(Saved data entries)
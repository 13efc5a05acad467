// Package page is the local page: a worksheet that is filled in, in the browser
// of the practice's own computer.
//
//   - The page computes nothing. What is typed goes to the server as the case
//     file's keys with their texts, is written as a case file, and takes the
//     way of the command from there: [dose.ReadCase], [dose.CaseInput.Check],
//     [dose.Draft], a writer of package reports. So what the case file refuses
//     is refused here in the same words, and a downloaded case file gives the
//     command the same record.
//   - Nothing is kept. Each answer follows from its request alone; a case lives
//     in the open tab and in the files that the user saves. No address holds
//     anything that was typed.
//   - Nothing leaves the machine, and no other page gets in: see guard.go.
package page

import (
	"bytes"
	"embed"
	"encoding/json"
	"html/template"
	"io"
	"net/http"
	"runtime"
	"sync"
	"time"

	"tayra/dose"
)

//go:embed templates static
var files embed.FS

// Limits of one request. A case is refused by its own reader over 1 MB; the
// pairs that carry it here are a little longer.
const (
	maxCase  = 2 << 20
	maxWords = 4 << 10
	maxFile  = 16 << 20 // a worksheet as PDF, or a case file
)

// server holds what all requests share.
type server struct {
	host string // as the browser's address bar has it: 127.0.0.1:PORT

	// Many tabs wait in line for the cores rather than share them: the first in
	// line is answered as fast as if it were alone. Work that takes longer has
	// lines of its own.
	quick, papers, tables chan struct{}
}

// Handler serves the page to a browser that reaches it under host, such as
// "127.0.0.1:8420", or under localhost with the same port. Requests that name
// another host, or that another page sends, are refused.
func Handler(host string) http.Handler {
	cores := runtime.GOMAXPROCS(0)
	s := &server{
		host:   host,
		quick:  make(chan struct{}, cores),
		papers: make(chan struct{}, cores),
		tables: make(chan struct{}, 1), // one takes all cores
	}
	mux := http.NewServeMux()
	mux.HandleFunc("GET /{$}", s.index)
	mux.HandleFunc("GET /static/{name}", s.static)
	post := func(path string, line chan struct{}, limit int64, handle http.HandlerFunc) {
		mux.Handle("POST "+path, whole(limit, inLine(line, handle)))
	}
	post("/draft", s.quick, maxCase, s.draft)
	post("/animals", s.quick, maxWords, s.animals)
	post("/example", s.quick, maxWords, s.example)
	post("/open", s.papers, maxFile, s.open)
	post("/case", s.quick, maxCase, s.caseFile)
	post("/record", s.quick, maxCase, s.record)
	post("/worksheet/{paper}", s.papers, maxCase, s.worksheet)
	post("/batch/{what}", s.tables, maxTable, s.batch)
	return s.guard(mux)
}

// Limits are the time limits of a server that serves the page: no client on
// the machine can hold a connection open for nothing.
func Limits(srv *http.Server) {
	srv.ReadHeaderTimeout = 5 * time.Second
	srv.ReadTimeout = 30 * time.Second
	srv.WriteTimeout = 60 * time.Second
	srv.IdleTimeout = 2 * time.Minute
	srv.MaxHeaderBytes = 16 << 10
}

// whole reads a request to its end before it takes a place in line: one that
// arrives slowly, or never, keeps nobody waiting.
func whole(limit int64, next http.Handler) http.Handler {
	return http.HandlerFunc(func(w http.ResponseWriter, r *http.Request) {
		data, err := io.ReadAll(http.MaxBytesReader(w, r.Body, limit))
		r.Body = io.NopCloser(io.MultiReader(bytes.NewReader(data), unread{err}))
		next.ServeHTTP(w, r)
	})
}

// unread ends a body as its reading ended.
type unread struct{ err error }

func (u unread) Read([]byte) (int, error) {
	if u.err == nil {
		return 0, io.EOF
	}
	return 0, u.err
}

// inLine lets as many requests through at once as the line is wide.
func inLine(line chan struct{}, next http.Handler) http.Handler {
	return http.HandlerFunc(func(w http.ResponseWriter, r *http.Request) {
		select {
		case line <- struct{}{}:
			defer func() { <-line }()
			next.ServeHTTP(w, r)
		case <-r.Context().Done():
		}
	})
}

var templates = sync.OnceValue(func() *template.Template {
	return template.Must(template.New("").Funcs(funcs()).ParseFS(files, "templates/*.html"))
})

// index is the empty form. It is the same for everybody, made once.
func (s *server) index(w http.ResponseWriter, _ *http.Request) {
	w.Header().Set("Content-Type", "text/html; charset=utf-8")
	w.Write(emptyForm())
}

var emptyForm = sync.OnceValue(func() []byte {
	var b bytes.Buffer
	err := templates().ExecuteTemplate(&b, "index.html", map[string]any{
		"Groups": formGroups(), "Version": dose.Version,
	})
	if err != nil {
		panic(err) // the template is part of the program
	}
	return b.Bytes()
})

var contentTypes = map[string]string{
	"page.css": "text/css; charset=utf-8",
	"page.js":  "text/javascript; charset=utf-8",
	"icon.svg": "image/svg+xml",
}

func (s *server) static(w http.ResponseWriter, r *http.Request) {
	name := r.PathValue("name")
	data, err := files.ReadFile("static/" + name)
	if err != nil || contentTypes[name] == "" {
		http.NotFound(w, r)
		return
	}
	w.Header().Set("Content-Type", contentTypes[name])
	w.Write(data)
}

// reply writes a value as JSON.
func reply(w http.ResponseWriter, status int, v any) {
	b, err := json.Marshal(v)
	if err != nil {
		http.Error(w, "the answer cannot be written: "+err.Error(), http.StatusInternalServerError)
		return
	}
	w.Header().Set("Content-Type", "application/json")
	w.WriteHeader(status)
	w.Write(b)
}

> What is expected
Using the records above, filter out every line that lacks the string "unread" and copy the rest.

> Completed exercise
		r.Body = io.NopCloser(io.MultiReader(bytes.NewReader(data), unread{err}))
// unread ends a body as its reading ended.
type unread struct{ err error }
func (u unread) Read([]byte) (int, error) {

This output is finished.